**Work task**.
Could the data below be copied out in full, word for word?

###

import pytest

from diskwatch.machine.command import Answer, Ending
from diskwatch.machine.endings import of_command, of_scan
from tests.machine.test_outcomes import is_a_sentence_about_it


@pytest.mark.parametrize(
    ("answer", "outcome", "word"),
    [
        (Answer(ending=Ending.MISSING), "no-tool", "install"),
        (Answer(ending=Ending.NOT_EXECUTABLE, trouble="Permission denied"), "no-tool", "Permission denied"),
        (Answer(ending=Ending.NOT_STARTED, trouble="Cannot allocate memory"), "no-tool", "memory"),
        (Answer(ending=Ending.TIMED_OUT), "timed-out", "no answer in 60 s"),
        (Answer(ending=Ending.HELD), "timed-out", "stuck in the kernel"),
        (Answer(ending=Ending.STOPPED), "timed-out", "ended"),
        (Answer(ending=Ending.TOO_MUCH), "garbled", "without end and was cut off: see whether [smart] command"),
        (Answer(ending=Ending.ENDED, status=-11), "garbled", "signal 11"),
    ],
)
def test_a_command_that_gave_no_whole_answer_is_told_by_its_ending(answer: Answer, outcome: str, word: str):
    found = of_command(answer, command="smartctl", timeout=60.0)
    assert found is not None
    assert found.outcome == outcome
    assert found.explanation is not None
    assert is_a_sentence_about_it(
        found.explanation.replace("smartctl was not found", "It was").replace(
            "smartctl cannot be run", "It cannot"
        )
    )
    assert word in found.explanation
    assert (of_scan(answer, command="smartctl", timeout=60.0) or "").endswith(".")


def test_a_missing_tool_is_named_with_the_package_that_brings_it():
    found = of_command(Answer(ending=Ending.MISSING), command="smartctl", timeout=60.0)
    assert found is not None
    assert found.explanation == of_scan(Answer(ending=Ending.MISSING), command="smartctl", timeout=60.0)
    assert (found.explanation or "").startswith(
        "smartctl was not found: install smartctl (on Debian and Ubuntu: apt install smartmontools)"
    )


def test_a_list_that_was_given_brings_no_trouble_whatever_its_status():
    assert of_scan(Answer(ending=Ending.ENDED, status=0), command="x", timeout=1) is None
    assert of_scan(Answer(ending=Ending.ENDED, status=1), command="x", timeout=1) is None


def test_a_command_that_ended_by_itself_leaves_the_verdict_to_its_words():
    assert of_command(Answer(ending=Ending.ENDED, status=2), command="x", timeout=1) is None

###

**Solution for this problem**.
import pytest

from diskwatch.machine.command import Answer, Ending
from diskwatch.machine.endings import of_command, of_scan
from tests.machine.test_outcomes import is_a_sentence_about_it


@pytest.mark.parametrize(
    ("answer", "outcome", "word"),
    [
        (Answer(ending=Ending.MISSING), "no-tool", "install"),
        (Answer(ending=Ending.NOT_EXECUTABLE, trouble="Permission denied"), "no-tool", "Permission denied"),
        (Answer(ending=Ending.NOT_STARTED, trouble="Cannot allocate memory"), "no-tool", "memory"),
        (Answer(ending=Ending.TIMED_OUT), "timed-out", "no answer in 60 s"),
        (Answer(ending=Ending.HELD), "timed-out", "stuck in the kernel"),
        (Answer(ending=Ending.STOPPED), "timed-out", "ended"),
        (Answer(ending=Ending.TOO_MUCH), "garbled", "without end and was cut off: see whether [smart] command"),
        (Answer(ending=Ending.ENDED, status=-11), "garbled", "signal 11"),
    ],
)
def test_a_command_that_gave_no_whole_answer_is_told_by_its_ending(answer: Answer, outcome: str, word: str):
    found = of_command(answer, command="smartctl", timeout=60.0)
    assert found is not None
    assert found.outcome == outcome
    assert found.explanation is not None
    assert is_a_sentence_about_it(
        found.explanation.replace("smartctl was not found", "It was").replace(
            "smartctl cannot be run", "It cannot"
        )
    )
    assert word in found.explanation
    assert (of_scan(answer, command="smartctl", timeout=60.0) or "").endswith(".")


def test_a_missing_tool_is_named_with_the_package_that_brings_it():
    found = of_command(Answer(ending=Ending.MISSING), command="smartctl", timeout=60.0)
    assert found is not None
    assert found.explanation == of_scan(Answer(ending=Ending.MISSING), command="smartctl", timeout=60.0)
    assert (found.explanation or "").startswith(
        "smartctl was not found: install smartctl (on Debian and Ubuntu: apt install smartmontools)"
    )


def test_a_list_that_was_given_brings_no_trouble_whatever_its_status():
    assert of_scan(Answer(ending=Ending.ENDED, status=0), command="x", timeout=1) is None
    assert of_scan(Answer(ending=Ending.ENDED, status=1), command="x", timeout=1) is None


def test_a_command_that_ended_by_itself_leaves_the_verdict_to_its_words():
    assert of_command(Answer(ending=Ending.ENDED, status=2), command="x", timeout=1) is None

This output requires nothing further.